The atomization stage of the mixture according to stage b) of said first process for preparation of the mesostructured MHOI that is present in the catalyst that is used for the implementation of the cracking process according to the invention produces spherical droplets with a diameter that is less than or equal to 300 μm, and preferably in a range of between 50 nm and 30 μm. The size distribution of these droplets is lognormal. The aerosol generator that is used here is a commercial device of model 9306 that is provided by TSI, having a 6-jet atomizer. The atomization of the solution is done in a chamber into which are sent a carrier gas, an O₂/N₂ mixture (dry air), under a pressure P that is equal to about 1 bar (1 bar=10⁵ pascal).

In accordance with stage c) of said first process for preparation of the mesostructured MHOI that is present in the catalyst that is used for the implementation of the cracking process according to the invention, drying of said droplets produced during said stage b) is initiated. This drying is carried out by the transport of said droplets via the carrying gas, the O₂/N₂ mixture, in glass tubes, which leads to the gradual evaporation of the solution, for example of the acidic aqueous organic solution as specified in the remainder of this disclosure, and thus to obtaining spherical elementary particles. This drying is again improved by a passage of said particles into a furnace whose temperature can be adjusted, whereby the usual temperature range varies from 50° C. to 600° C., and preferably from 80° C. to 400° C. The dwell time of the particles in the furnace is on the order of a second. The particles are then recovered in a filter and constitute the mesostructured MHOI that is present in the catalyst that is used in the cracking process according to the invention. A pump that is placed at the end of the circuit promotes the channeling of radicals into the experimental aerosol device. The drying of the droplets according to stage c) of said first process for preparation of the mesostructured MHOI that is present in the catalyst that is used in the cracking process according to the invention is advantageously followed by a passage into the oven at a temperature of between 50 and 150° C.

The elimination of the surfactant during stage d) of said first process for preparation of the mesostructured MHOI that is present in the catalyst that is used in the process according to the invention is advantageously carried out by processes of chemical extraction or via suitable heat treatments so as to selectively decompose the organic surfactant without modifying the organic groups of the mesostructured MHOI that is present in said catalyst.
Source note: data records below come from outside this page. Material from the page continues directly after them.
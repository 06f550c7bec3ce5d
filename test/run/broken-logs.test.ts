import { readdirSync, readFileSync } from 'node:fs';
import { describe, expect, it } from 'vitest';
import type { LogKind } from '../../src/identify/log-kind.ts';
import { InputError } from '../../src/problems/input-error.ts';
import { identifyLogs } from '../../src/run/identify-logs.ts';

interface Row {
  readonly file: string;
  readonly code: string;
  readonly says: readonly string[];
  readonly kind?: LogKind;
  /** Held against the demo's vehicle. */
  readonly vehicle?: boolean;
  /** False: none is given. */
  readonly mass?: boolean;
}
const folder = new URL('../broken/logs/', import.meta.url);
const table: readonly Row[] = JSON.parse(readFileSync(new URL('table.json', folder), 'utf8'));
const VEHICLE = '../../../routes/vehicles/proving-125.yaml';

function problemOf({ file, kind, vehicle, mass }: Row): InputError {
  try {
    identifyLogs({
      logs: [file],
      read: (name) => readFileSync(new URL(name, folder)),
      kind,
      vehicle: vehicle === true ? VEHICLE : undefined,
      massKg: mass === false ? undefined : 215,
    });
  } catch (error) {
    if (error instanceof InputError) return error;
    throw error;
  }
  throw new Error(`${file} was read`);
}

describe('a broken or thin log', () => {
  it.each(table.map((row) => [row.file, row] as const))('is refused: %s', (file, row) => {
    const error = problemOf(row);
    expect([error.code, error.message]).toEqual([row.code, expect.stringContaining(file)]);
    for (const words of row.says) expect(error.message).toContain(words);
    expect(error.message).not.toMatch(/\bundefined\b|\[object|NaN/);
    for (const { found, allowed } of error.problems)
      expect([found, allowed].some((words) => words !== undefined && words !== '')).toBe(true);
  });

  it('stands in the table, and every row has a file', () => {
    const files = readdirSync(folder).filter((file) => file !== 'table.json');
    expect(table.map((row) => row.file).sort()).toEqual(files.sort());
  });
});
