import { expect, it } from 'vitest';
import { editCase } from '../../src/case/edit-case.ts';
import { InputError } from '../../src/problems/input-error.ts';
import { QuickRuns } from '../../src/run/quick-run.ts';
import { runCase } from '../../src/run/run-case.ts';
import type { RunResult } from '../../src/run/run-result.ts';

const CASE = `# a comment that stays
track: {file: track.csv}
road: {elevation_source: barometric}
wind: {speed_m_s: 4, from_deg: 200}
vehicle: vehicle.yaml
hold: {set_speed_kmh: 60, changes: [{at_km: 1.8, set_speed_kmh: 50, ramp_m_s2: 0.6}]}
candidates:
  - {name: locked, kind: locked, throttle: level}
  - {name: typed, kind: pi, kp_pct_per_kmh: 3, ti_s: 8}
  - {name: settling, kind: pi, design: {settling_s: 30, overshoot_pct: 2}}
requirements:
  - {id: T-1, figure: within_band_pct, band_kmh: 2, at_least: 95}
  - {id: T-2, figure: recovery_s, at_most: 20}
`;
const VEHICLE = `mass: {kerb_kg: 125, rider_kg: 75, payload_kg: 15}
road_load: {cda_m2: 0.58, cda_yaw_per_rad2: 1, crr: 0.014}
drive: {kind: force, peak_force_n: 320, peak_power_kw: 8.5, closed_throttle_force_n: 40, lag_s: 0.15}
`;
const TRACK = `lat_deg,lon_deg,elevation_m\n${Array.from({ length: 121 }, (_, i) => {
  const x = i * 20;
  return `${(50 + x / 111200).toFixed(7)},-5,${(100 + 50 / (1 + ((x - 1100) / 400) * ((x - 1100) / 400)) + ((i * 7919) % 13) / 20).toFixed(2)}`;
}).join('\n')}\n`;

const bytes = (text: string) => new TextEncoder().encode(text);
const TRACK_BYTES = bytes(TRACK);

/** Reads the files of a study; the bytes of one text are one array, as a page keeps them. */
const reader = (caseText: string, vehicle = bytes(VEHICLE), track = TRACK_BYTES) => {
  const files = new Map([
    ['case.yaml', bytes(caseText)],
    ['vehicle.yaml', vehicle],
    ['track.csv', track],
  ]);
  return (name: string) => files.get(name) ?? bytes('');
};

function quick(runs: QuickRuns, caseText: string, vehicle?: Uint8Array<ArrayBuffer>): RunResult {
  const steps = runs.run({ file: 'case.yaml', read: reader(caseText, vehicle) });
  for (;;) {
    const { done, value } = steps.next();
    if (done) return value;
  }
}

/** Runs, figures but those of hills, and demand. */
const parts = (run: RunResult) => ({
  demand: run.demand,
  candidates: run.candidates.map(({ figures, full: _, ...rest }) => ({
    ...rest,
    figures: { ...figures, recovery_s: null, itae_kmh_s2: null, steady_hill_error_kmh: null },
  })),
});

it('runs and figures are those of the whole run, bit for bit, after any order of changes', () => {
  const runs = new QuickRuns();
  const gain = editCase(CASE, ['candidates', 1, 'ti_s'], 5);
  const wind = editCase(gain, ['wind', 'speed_m_s'], 7);
  const slower = editCase(wind, ['hold', 'set_speed_kmh'], 55);
  const loaded = bytes(VEHICLE.replace('payload_kg: 15', 'payload_kg: 60'));
  for (const text of [CASE, gain, wind, CASE]) quick(runs, text);
  for (const [text, vehicle] of [
    [gain, undefined],
    [slower, undefined],
    [slower, loaded],
  ] as const) {
    const whole = runCase({ file: 'case.yaml', read: reader(text, vehicle) });
    expect(parts(quick(runs, text, vehicle))).toEqual(parts(whole));
  }
});

it('a run that a change does not touch is not run again', () => {
  const runs = new QuickRuns();
  const vehicle = bytes(VEHICLE);
  const before = quick(runs, CASE, vehicle);
  const after = quick(runs, editCase(CASE, ['candidates', 1, 'ti_s'], 5), vehicle);
  expect(after.road).toBe(before.road);
  expect(after.demand).toBe(before.demand);
  expect(after.candidates.map(({ result }, i) => result === before.candidates[i]!.result)).toEqual([
    true,
    false,
    true,
  ]);
});

it('what needs hills is left to the whole run, and says so', () => {
  const run = quick(new QuickRuns(), CASE);
  expect(run.requirements.map(({ requirement }) => requirement.id)).toEqual(['T-1', 'T-1']);
  expect(run.candidates[1]!.figures.recovery_s).toEqual({ none: expect.stringContaining('whole run') });
});

it('it can be left before every candidate', () => {
  const steps = new QuickRuns().run({ file: 'case.yaml', read: reader(CASE) });
  let count = 0;
  while (!steps.next().done) count++;
  expect(count).toBe(4);
});

it('a fault is refused with its place, and the next run is none the worse', () => {
  const runs = new QuickRuns();
  const faulty = editCase(CASE, ['candidates', 2, 'design', 'settling_s'], 0.001);
  expect(() => quick(runs, faulty)).toThrow(InputError);
  expect(() => quick(runs, faulty)).toThrow(/case\.yaml:10:.*settling_s/);
  expect(quick(runs, CASE).candidates).toHaveLength(3);
});
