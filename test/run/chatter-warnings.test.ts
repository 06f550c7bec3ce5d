import { expect, test } from 'vitest';
import { runCase } from '../../src/run/run-case.ts';

/** The warning of this code on 2 km of level road at 60 km/h, under such a gain [% per km/h] and sensor. */
function messageOf(code: string, kp: number, sensor: object): string | undefined {
  const text = JSON.stringify({
    track: { profile: [{ length_m: 2000, grade_pct: 0 }] },
    vehicle: {
      mass: { kerb_kg: 125, rider_kg: 75 },
      road_load: { cda_m2: 0.58, crr: 0.014 },
      drive: { kind: 'force', peak_force_n: 400, closed_throttle_force_n: 40, lag_s: 0.15 },
      speed_sensor: sensor,
    },
    hold: { set_speed_kmh: 60 },
    candidates: [{ name: 'pi', kind: 'pi', kp_pct_per_kmh: kp, ti_s: 8 }],
  });
  const { warnings } = runCase({ file: 'case.json', read: () => new TextEncoder().encode(text) });
  return warnings.find((one) => one.code === code)?.message;
}

test('a throttle that jumps with each pulse is told, in the step of the sensor and its own', () => {
  // 48 pulses a turn of 1.92 m are 40 mm each; one more in 0.1 s is 0.4 m/s, 1.44 km/h.
  const sensor = { pulses_per_turn: 48, wheel_circumference_m: 1.92, counting_window_s: 0.1 };
  const told = (kp: number, wheel: object = sensor) => messageOf('throttle-chatters', kp, wheel);
  // 3.4 and 3.5 % per km/h are 4.9 and 5.04 % a pulse.
  expect(told(3.4)).toBeUndefined();
  expect(told(3.5)).toContain('each step of the speed sensor (1.44 km/h) moves it by 5.0 %');
  // A tick of 0.1 ms in the 2.4 ms of a pulse at 60 km/h is 2.5 km/h; one of 4 us is 0.1 km/h.
  const timed = (clock: number) => ({
    pulses_per_turn: 48,
    wheel_circumference_m: 1.92,
    timer_resolution_s: clock,
  });
  expect(told(3.6, timed(1e-4))).toContain('(2.50 km/h) moves it by 9.0 %');
  expect(told(3.5, timed(4e-6))).toBeUndefined();
});

test('a throttle that is never still is told, with its travel', () => {
  const told = (kp: number) =>
    messageOf('throttle-travels', kp, {
      pulses_per_turn: 24,
      wheel_circumference_m: 1.92,
      counting_window_s: 0.1,
    });
  expect(told(30)).toMatch(/it travels \d{4,} % a kilometre; more than 1000 %/);
  expect(told(0.1)).toBeUndefined();
});
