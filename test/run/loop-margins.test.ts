import { expect, test } from 'vitest';
import { summaryJson } from '../../src/report/data/summary.ts';
import { renderReport } from '../../src/report/render-report.ts';
import { runCase } from '../../src/run/run-case.ts';
import type { RunResult } from '../../src/run/run-result.ts';

const runWith = (candidate: string, hold = 'set_speed_kmh: 60', payload = 0): RunResult =>
  runCase({
    file: 'case.yaml',
    read: () =>
      new TextEncoder().encode(`track: {profile: [{length_m: 600, grade_pct: 0}]}
vehicle:
  mass: {kerb_kg: 125, rider_kg: 75, payload_kg: ${payload}}
  road_load: {cda_m2: 0.58, crr: 0.014}
  drive: {kind: force, peak_force_n: 320, closed_throttle_force_n: 40, lag_s: 0.15}
  actuator: {lag_s: 0.06, rate_limit_pct_per_s: 400}
hold: {${hold}}
candidates: [{name: locked, kind: locked}, {name: mine, kind: pi, ${candidate}}]
`),
  });
const told = (run: RunResult): string[] =>
  run.warnings.map(({ code }) => code).filter((code) => code.startsWith('loop-'));
const written = (run: RunResult): Record<string, unknown>[] =>
  (JSON.parse(summaryJson(run, [])) as { candidates: Record<string, unknown>[] }).candidates;

test('gains that cannot work are told as such, in the warnings, the summary and the report', () => {
  const run = runWith('kp_pct_per_kmh: 400, ti_s: 0.1');
  expect(told(run)).toEqual(['loop-unstable']);
  expect(run.candidates[1]!.loop).toMatchObject({ stable: false, gainMargin: null, phaseMargin: null });
  expect(written(run)[1]).toMatchObject({
    gain_margin: null,
    gain_margin_reason: 'the linear loop is unstable',
    phase_margin_deg: null,
  });
  expect(renderReport(run, { units: 'kmh' })).toMatch(/Gain margin[\s\S]{0,400}unstable/);
});

test('margins below common practice are told with both figures', () => {
  const run = runWith('kp_pct_per_kmh: 40, ti_s: 0.5');
  expect(told(run)).toEqual(['loop-margins-thin']);
  const { message } = run.warnings.find(({ code }) => code === 'loop-margins-thin')!;
  expect(message).toMatch(
    /gain margin \d+\.\d\d, phase margin -?\d+ deg.*at least 2 and 30 deg.*from memory/,
  );
});

test('usual gains raise no word, a load widens their margins, a throttle that is locked has none', () => {
  const [alone, laden] = [0, 100].map((payload) =>
    runWith('kp_pct_per_kmh: 4, ti_s: 8', 'set_speed_kmh: 60', payload),
  );
  expect([told(alone!), told(laden!)]).toEqual([[], []]);
  const margin = (run: RunResult): number => run.candidates[1]!.loop!.gainMargin!;
  // The gain margin lies high up, where the vehicle is 1 / (m s): it goes with the mass, 1.03 * 125 + 75 of it without the load.
  expect(margin(laden!) / margin(alone!)).toBeGreaterThan(1.4);
  expect(margin(laden!) / margin(alone!)).toBeLessThan(1.6);
  expect(alone!.candidates[0]!.loop).toBeNull();
  const [locked, mine] = written(alone!);
  expect(locked).toMatchObject({ gain_margin: null, phase_margin_deg: null });
  expect(mine!.gain_margin).toBeCloseTo(margin(alone!), 3);
  expect(mine!.phase_margin_deg).toBeCloseTo((alone!.candidates[1]!.loop!.phaseMargin! * 180) / Math.PI, 2);
});

test('every set speed counts, in true speed', () => {
  const changes = 'set_speed_kmh: 60, changes: [{at_km: 0.3, set_speed_kmh: 30}]';
  const [high, low, both] = ['set_speed_kmh: 60', 'set_speed_kmh: 30', changes].map(
    (hold) => runWith('kp_pct_per_kmh: 4, ti_s: 8', hold).candidates[1]!.loop!,
  );
  const worst = high!.gainMargin! < low!.gainMargin! ? high : low;
  expect(both).toEqual(worst);
});

test('every gear that was driven counts, and the words say which', () => {
  const run = runCase({
    file: 'case.yaml',
    read: () =>
      new TextEncoder().encode(`track: {profile: [{length_m: 900, grade_pct: 0}]}
vehicle:
  mass: {kerb_kg: 125, rider_kg: 75}
  road_load: {cda_m2: 0.58, crr: 0.014}
  drive:
    kind: engine
    torque: {peak_nm: 12, peak_rpm: 6500, falloff: 0.4}
    closed_throttle_drag: [{rpm: 500, nm: 1}, {rpm: 9000, nm: 3}]
    idle_rpm: 1300
    stall_rpm: 700
    rev_limit_rpm: 10500
    engine_inertia_kg_m2: 0.005
    gear_ratios: [2.8, 1.7, 1.3, 1]
    primary_ratio: 3
    final_ratio: 2.5
    wheel_radius_m: 0.3
    gearbox: {kind: clutch, open_s: 0.3, resume_s: 0.5}
    lag_s: 0.15
  actuator: {lag_s: 0.1}
hold: {set_speed_kmh: 45, gear: 4, shifts: [{at_km: 0.4, gear: 2}]}
candidates: [{name: mine, kind: pi, kp_pct_per_kmh: 60, ti_s: 1}]
`),
  });
  const { loop } = run.candidates[0]!;
  // The lower gear has 1.7 times the force at the wheel for the same throttle.
  expect(loop!.gear).toBe(1);
  expect(run.warnings.find(({ code }) => code.startsWith('loop-'))!.message).toContain(
    'at 45.0 km/h in gear 2 on the level',
  );
});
Preferably, the surfactant is eliminated by reflux washing in an organic solvent such as ethanol.

A possible variant to said first process for preparation of the mesostructured MHOI that is present in the catalyst that is used in the cracking process according to the invention consists in deferring by 1 to 4 hours the addition of at least one organosilane precursor that has at least one acid terminal reactive function that is selected from among the following functions: sulfonic acid —SO₃H, carboxylic acid —COOH and derivative, hydroxyl-OH and phosphonic acid PO₃H relative to the other reagents that are used for the implementation of said stage a) of said first process for preparation of the mesostructured MHOI that is present in said catalyst that is used for the implementation of the cracking process according to the invention.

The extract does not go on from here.